**Required action:** Filter the entries that follow, copying every line in which the word "below" appears.

**Material supplied:**
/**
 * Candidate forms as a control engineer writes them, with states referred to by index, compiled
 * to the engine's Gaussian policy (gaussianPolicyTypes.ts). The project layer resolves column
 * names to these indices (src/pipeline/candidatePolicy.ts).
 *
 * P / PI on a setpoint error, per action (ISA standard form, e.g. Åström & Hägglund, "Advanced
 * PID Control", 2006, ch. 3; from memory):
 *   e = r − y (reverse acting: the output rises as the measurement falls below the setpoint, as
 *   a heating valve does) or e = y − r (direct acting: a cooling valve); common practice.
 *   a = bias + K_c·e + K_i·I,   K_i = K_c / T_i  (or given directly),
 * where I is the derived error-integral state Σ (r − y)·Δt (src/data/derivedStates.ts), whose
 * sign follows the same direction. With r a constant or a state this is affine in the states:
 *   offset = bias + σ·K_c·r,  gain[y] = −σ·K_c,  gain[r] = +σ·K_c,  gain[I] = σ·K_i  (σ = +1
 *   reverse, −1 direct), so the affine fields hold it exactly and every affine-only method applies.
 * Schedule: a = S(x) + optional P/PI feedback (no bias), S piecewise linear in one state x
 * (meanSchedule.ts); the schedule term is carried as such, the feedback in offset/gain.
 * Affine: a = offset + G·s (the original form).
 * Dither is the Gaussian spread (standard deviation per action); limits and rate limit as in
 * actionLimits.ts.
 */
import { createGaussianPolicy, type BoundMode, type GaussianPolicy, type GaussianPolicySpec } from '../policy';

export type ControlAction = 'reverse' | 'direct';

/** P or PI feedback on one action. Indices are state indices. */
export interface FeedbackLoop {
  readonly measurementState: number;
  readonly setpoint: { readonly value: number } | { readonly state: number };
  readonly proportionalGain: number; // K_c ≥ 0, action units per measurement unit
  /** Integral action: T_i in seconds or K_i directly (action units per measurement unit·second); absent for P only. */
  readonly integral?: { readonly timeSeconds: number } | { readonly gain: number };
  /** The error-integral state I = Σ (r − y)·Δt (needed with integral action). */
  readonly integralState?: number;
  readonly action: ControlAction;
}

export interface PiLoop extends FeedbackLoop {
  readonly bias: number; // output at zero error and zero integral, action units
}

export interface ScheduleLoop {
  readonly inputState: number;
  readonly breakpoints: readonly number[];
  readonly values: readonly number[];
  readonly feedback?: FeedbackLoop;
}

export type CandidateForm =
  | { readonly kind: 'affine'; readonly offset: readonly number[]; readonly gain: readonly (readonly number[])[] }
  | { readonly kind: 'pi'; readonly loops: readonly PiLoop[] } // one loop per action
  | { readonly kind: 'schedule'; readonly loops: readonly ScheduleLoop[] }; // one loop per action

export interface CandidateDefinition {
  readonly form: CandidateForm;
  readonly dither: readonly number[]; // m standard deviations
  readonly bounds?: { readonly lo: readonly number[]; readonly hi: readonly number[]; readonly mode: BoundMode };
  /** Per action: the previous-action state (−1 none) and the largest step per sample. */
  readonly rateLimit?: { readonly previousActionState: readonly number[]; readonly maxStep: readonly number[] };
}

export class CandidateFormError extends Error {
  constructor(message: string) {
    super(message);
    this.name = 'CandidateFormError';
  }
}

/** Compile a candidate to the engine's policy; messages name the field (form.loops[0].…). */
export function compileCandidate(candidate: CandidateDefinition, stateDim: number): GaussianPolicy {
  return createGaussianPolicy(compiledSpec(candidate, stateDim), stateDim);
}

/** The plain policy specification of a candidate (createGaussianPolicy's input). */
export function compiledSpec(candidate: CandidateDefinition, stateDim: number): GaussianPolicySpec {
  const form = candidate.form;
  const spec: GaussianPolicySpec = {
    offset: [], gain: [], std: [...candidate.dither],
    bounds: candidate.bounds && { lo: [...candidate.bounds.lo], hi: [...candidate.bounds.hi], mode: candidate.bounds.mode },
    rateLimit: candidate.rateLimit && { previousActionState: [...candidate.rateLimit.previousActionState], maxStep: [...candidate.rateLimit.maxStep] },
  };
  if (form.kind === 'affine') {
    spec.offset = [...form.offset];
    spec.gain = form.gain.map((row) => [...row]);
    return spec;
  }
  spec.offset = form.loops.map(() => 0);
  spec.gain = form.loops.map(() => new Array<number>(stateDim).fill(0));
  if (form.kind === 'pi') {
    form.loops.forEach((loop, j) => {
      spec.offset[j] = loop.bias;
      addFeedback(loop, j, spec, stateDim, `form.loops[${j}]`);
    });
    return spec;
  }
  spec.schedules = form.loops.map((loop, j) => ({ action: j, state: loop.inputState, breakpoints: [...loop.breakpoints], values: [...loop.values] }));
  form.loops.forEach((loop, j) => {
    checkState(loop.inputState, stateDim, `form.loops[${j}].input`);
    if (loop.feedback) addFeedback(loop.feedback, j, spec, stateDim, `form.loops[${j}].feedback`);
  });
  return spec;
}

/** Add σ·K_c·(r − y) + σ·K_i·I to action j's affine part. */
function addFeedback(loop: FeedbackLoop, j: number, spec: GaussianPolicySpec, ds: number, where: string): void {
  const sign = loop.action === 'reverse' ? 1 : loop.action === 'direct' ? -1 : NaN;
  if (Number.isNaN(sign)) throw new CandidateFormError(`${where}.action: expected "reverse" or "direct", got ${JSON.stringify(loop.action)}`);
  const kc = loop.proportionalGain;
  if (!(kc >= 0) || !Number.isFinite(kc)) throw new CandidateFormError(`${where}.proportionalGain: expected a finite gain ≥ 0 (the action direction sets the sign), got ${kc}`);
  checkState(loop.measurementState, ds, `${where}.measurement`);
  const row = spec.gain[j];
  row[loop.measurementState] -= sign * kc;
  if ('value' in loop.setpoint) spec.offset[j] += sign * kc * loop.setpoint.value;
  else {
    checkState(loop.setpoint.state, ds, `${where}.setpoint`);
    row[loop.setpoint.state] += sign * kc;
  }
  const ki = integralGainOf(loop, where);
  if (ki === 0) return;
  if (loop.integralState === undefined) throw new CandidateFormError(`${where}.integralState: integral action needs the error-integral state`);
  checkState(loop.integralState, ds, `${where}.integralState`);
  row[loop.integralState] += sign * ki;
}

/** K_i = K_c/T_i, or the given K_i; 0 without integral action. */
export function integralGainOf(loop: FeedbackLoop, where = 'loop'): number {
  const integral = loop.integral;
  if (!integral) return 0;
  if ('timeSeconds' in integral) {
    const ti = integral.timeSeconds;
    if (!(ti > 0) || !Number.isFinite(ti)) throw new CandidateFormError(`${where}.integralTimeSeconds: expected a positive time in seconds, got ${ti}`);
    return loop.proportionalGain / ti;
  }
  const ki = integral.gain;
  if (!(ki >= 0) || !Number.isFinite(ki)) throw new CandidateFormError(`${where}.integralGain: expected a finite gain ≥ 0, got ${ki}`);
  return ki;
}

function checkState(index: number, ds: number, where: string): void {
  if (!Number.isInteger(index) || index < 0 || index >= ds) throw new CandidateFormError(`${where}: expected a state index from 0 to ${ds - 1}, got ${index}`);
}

...

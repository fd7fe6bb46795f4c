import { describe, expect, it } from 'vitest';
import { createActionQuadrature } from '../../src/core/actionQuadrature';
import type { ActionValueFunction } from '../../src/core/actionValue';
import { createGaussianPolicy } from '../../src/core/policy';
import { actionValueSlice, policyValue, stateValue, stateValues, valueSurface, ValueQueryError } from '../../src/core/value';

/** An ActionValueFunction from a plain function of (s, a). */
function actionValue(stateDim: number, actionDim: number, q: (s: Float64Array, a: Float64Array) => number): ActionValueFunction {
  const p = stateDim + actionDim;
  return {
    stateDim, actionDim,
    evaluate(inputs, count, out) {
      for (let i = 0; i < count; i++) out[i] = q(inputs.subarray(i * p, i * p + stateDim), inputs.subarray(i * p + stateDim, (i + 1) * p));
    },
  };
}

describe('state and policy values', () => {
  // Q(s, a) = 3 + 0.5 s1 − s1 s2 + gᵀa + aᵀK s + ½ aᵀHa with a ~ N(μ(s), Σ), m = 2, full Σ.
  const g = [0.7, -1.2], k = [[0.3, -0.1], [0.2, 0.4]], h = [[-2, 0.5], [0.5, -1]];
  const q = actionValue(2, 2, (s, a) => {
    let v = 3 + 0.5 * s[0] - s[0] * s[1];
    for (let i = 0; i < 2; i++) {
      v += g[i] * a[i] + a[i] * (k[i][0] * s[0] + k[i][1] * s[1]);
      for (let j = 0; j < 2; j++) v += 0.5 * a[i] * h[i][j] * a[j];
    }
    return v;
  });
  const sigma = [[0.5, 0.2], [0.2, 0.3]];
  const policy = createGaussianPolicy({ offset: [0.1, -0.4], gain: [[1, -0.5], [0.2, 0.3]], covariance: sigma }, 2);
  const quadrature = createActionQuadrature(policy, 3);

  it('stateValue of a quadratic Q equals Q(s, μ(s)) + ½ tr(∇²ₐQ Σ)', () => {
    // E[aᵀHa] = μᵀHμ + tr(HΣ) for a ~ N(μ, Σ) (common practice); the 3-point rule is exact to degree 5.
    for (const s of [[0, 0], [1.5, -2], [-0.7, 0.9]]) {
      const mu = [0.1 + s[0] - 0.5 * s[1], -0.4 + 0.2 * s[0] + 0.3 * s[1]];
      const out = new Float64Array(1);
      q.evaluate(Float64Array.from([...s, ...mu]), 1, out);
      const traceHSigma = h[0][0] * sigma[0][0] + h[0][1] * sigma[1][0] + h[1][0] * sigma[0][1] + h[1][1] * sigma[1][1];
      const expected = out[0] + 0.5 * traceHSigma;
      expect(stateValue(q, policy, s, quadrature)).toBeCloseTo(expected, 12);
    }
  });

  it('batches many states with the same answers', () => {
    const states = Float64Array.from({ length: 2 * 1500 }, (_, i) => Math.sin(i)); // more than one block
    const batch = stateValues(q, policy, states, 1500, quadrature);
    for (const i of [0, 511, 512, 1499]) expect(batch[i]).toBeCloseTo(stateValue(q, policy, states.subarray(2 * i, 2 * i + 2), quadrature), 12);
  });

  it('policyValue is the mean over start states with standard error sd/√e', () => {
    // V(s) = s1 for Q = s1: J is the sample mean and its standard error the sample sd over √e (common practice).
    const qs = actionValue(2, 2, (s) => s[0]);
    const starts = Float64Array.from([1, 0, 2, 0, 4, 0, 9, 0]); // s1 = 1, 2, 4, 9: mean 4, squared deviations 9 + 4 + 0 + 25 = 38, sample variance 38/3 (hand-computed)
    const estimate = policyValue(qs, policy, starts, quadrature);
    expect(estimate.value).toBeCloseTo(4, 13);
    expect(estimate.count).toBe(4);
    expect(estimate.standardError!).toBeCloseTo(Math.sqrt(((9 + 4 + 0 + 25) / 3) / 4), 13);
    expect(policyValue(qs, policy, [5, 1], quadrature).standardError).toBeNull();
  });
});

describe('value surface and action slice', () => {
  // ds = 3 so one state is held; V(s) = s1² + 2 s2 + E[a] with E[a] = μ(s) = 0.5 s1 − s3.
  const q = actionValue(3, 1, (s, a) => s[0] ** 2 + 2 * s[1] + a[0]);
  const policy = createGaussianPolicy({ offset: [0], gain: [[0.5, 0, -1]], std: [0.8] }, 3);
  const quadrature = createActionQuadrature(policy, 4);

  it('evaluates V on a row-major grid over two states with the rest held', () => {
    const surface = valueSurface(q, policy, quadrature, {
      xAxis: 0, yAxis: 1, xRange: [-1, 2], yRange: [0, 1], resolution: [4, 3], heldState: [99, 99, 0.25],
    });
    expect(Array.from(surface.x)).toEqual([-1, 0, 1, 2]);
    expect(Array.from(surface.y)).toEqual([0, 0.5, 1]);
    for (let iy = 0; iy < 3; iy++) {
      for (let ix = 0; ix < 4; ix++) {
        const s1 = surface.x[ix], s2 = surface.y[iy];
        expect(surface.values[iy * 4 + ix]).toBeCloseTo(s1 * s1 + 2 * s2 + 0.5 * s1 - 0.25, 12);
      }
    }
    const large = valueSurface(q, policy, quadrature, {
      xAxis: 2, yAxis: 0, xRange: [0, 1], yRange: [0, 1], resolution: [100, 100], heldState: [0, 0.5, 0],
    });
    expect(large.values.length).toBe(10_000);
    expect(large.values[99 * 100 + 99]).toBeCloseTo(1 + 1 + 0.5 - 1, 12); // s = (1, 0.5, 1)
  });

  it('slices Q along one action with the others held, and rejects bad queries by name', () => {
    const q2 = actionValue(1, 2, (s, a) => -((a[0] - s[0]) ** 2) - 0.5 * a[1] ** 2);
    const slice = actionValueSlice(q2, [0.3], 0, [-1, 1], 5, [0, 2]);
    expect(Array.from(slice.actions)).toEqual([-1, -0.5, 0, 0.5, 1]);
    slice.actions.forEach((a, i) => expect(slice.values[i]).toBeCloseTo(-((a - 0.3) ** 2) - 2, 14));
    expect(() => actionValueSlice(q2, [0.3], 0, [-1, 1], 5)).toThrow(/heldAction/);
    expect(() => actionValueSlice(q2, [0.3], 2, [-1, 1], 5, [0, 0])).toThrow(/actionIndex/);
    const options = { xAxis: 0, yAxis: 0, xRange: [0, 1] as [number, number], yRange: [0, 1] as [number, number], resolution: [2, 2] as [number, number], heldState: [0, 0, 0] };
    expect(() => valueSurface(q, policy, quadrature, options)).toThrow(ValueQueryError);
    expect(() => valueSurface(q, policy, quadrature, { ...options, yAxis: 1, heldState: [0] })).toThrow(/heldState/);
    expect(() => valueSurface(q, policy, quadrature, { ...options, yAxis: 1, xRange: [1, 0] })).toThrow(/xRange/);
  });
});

* * *

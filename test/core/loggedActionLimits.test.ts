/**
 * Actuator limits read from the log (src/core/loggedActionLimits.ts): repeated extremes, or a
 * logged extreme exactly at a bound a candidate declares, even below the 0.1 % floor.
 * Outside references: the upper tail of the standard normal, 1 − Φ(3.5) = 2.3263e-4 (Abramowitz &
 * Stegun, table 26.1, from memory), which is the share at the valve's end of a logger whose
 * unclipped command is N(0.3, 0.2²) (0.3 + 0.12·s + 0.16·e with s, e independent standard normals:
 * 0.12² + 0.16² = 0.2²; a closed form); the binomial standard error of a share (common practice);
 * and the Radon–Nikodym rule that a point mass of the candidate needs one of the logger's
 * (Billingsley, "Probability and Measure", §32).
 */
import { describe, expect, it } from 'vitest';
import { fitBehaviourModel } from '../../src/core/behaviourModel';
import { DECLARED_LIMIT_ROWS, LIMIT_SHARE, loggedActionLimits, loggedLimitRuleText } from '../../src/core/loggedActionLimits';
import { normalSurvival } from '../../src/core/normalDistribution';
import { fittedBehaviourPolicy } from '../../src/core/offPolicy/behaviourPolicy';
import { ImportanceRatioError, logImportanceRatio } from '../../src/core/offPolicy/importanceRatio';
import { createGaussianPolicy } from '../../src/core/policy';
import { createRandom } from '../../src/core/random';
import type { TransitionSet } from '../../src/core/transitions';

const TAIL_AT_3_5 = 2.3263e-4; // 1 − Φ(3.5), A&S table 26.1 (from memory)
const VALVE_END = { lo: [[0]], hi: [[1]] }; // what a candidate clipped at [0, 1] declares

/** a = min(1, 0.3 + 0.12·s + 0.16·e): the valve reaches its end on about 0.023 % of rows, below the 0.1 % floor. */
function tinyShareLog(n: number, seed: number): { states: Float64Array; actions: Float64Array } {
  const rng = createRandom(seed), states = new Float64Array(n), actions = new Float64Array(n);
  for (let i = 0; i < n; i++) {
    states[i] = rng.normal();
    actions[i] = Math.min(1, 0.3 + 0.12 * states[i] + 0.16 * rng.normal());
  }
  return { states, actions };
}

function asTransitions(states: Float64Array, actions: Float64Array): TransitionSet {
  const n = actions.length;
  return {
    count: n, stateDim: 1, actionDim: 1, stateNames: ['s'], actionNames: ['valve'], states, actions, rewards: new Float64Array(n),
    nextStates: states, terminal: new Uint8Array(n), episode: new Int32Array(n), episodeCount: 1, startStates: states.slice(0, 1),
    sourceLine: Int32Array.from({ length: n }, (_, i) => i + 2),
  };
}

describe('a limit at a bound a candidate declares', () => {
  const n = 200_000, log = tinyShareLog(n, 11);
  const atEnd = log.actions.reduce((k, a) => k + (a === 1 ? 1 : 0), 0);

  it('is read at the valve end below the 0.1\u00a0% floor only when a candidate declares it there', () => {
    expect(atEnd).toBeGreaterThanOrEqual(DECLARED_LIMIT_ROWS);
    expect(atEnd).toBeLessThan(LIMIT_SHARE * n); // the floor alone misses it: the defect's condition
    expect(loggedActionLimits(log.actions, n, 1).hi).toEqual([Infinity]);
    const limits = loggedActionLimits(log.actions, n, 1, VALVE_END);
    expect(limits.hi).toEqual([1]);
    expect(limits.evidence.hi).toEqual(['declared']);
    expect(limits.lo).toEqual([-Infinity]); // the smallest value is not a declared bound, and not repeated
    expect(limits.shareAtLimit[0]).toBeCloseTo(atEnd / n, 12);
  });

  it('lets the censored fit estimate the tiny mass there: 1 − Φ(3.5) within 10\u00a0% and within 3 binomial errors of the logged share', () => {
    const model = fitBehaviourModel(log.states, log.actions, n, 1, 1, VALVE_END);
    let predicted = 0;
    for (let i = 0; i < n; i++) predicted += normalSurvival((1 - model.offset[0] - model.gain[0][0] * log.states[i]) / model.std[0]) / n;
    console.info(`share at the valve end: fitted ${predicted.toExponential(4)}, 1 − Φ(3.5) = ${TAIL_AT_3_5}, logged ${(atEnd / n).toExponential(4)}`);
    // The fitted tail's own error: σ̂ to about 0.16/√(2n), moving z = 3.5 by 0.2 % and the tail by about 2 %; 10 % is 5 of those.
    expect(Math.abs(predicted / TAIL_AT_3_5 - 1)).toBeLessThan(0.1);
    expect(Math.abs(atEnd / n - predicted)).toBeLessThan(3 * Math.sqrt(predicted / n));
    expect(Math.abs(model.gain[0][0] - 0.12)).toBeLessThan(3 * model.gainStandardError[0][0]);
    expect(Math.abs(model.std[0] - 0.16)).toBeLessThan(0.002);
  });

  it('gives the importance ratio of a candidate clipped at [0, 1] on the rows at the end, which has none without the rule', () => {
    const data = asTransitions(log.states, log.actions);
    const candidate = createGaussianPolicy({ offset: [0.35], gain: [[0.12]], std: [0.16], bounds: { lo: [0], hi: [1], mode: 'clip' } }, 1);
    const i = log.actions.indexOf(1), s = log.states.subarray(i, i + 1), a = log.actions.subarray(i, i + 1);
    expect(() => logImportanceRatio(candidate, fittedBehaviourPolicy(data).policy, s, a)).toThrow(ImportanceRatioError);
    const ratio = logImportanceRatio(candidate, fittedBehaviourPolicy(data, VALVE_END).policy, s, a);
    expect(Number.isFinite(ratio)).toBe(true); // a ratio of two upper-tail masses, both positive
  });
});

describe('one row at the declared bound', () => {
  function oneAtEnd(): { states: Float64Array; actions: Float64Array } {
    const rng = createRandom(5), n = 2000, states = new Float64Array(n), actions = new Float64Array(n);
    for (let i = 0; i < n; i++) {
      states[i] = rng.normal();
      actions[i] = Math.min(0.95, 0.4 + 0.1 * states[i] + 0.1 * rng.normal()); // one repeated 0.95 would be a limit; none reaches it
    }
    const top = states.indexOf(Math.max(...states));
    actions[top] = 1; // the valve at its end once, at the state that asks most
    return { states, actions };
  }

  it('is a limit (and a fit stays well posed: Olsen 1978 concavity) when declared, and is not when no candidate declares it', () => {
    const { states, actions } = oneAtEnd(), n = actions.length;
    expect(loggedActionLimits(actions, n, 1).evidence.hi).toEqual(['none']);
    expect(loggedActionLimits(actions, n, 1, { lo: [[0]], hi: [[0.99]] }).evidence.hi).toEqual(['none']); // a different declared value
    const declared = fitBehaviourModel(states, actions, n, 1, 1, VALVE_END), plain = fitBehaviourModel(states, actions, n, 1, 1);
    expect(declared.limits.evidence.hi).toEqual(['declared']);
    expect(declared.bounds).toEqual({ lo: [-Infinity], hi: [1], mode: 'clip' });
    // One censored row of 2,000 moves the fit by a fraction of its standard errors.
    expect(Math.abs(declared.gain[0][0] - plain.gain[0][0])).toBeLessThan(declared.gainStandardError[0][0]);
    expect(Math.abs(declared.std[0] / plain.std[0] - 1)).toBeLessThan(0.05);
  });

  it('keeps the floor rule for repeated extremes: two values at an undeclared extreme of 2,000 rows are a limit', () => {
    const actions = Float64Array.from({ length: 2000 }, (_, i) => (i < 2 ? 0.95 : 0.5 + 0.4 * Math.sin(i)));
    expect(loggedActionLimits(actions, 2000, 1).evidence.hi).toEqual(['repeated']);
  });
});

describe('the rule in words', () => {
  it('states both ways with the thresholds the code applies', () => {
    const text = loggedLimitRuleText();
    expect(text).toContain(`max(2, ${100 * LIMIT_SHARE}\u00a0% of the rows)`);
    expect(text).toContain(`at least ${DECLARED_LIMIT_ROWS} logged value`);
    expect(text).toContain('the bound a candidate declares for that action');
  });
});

**Solution to this problem:**
 *   e = r − y (reverse acting: the output rises as the measurement falls below the setpoint, as
 * logged extreme exactly at a bound a candidate declares, even below the 0.1 % floor.
/** a = min(1, 0.3 + 0.12·s + 0.16·e): the valve reaches its end on about 0.023 % of rows, below the 0.1 % floor. */
  it('is read at the valve end below the 0.1\u00a0% floor only when a candidate declares it there', () => {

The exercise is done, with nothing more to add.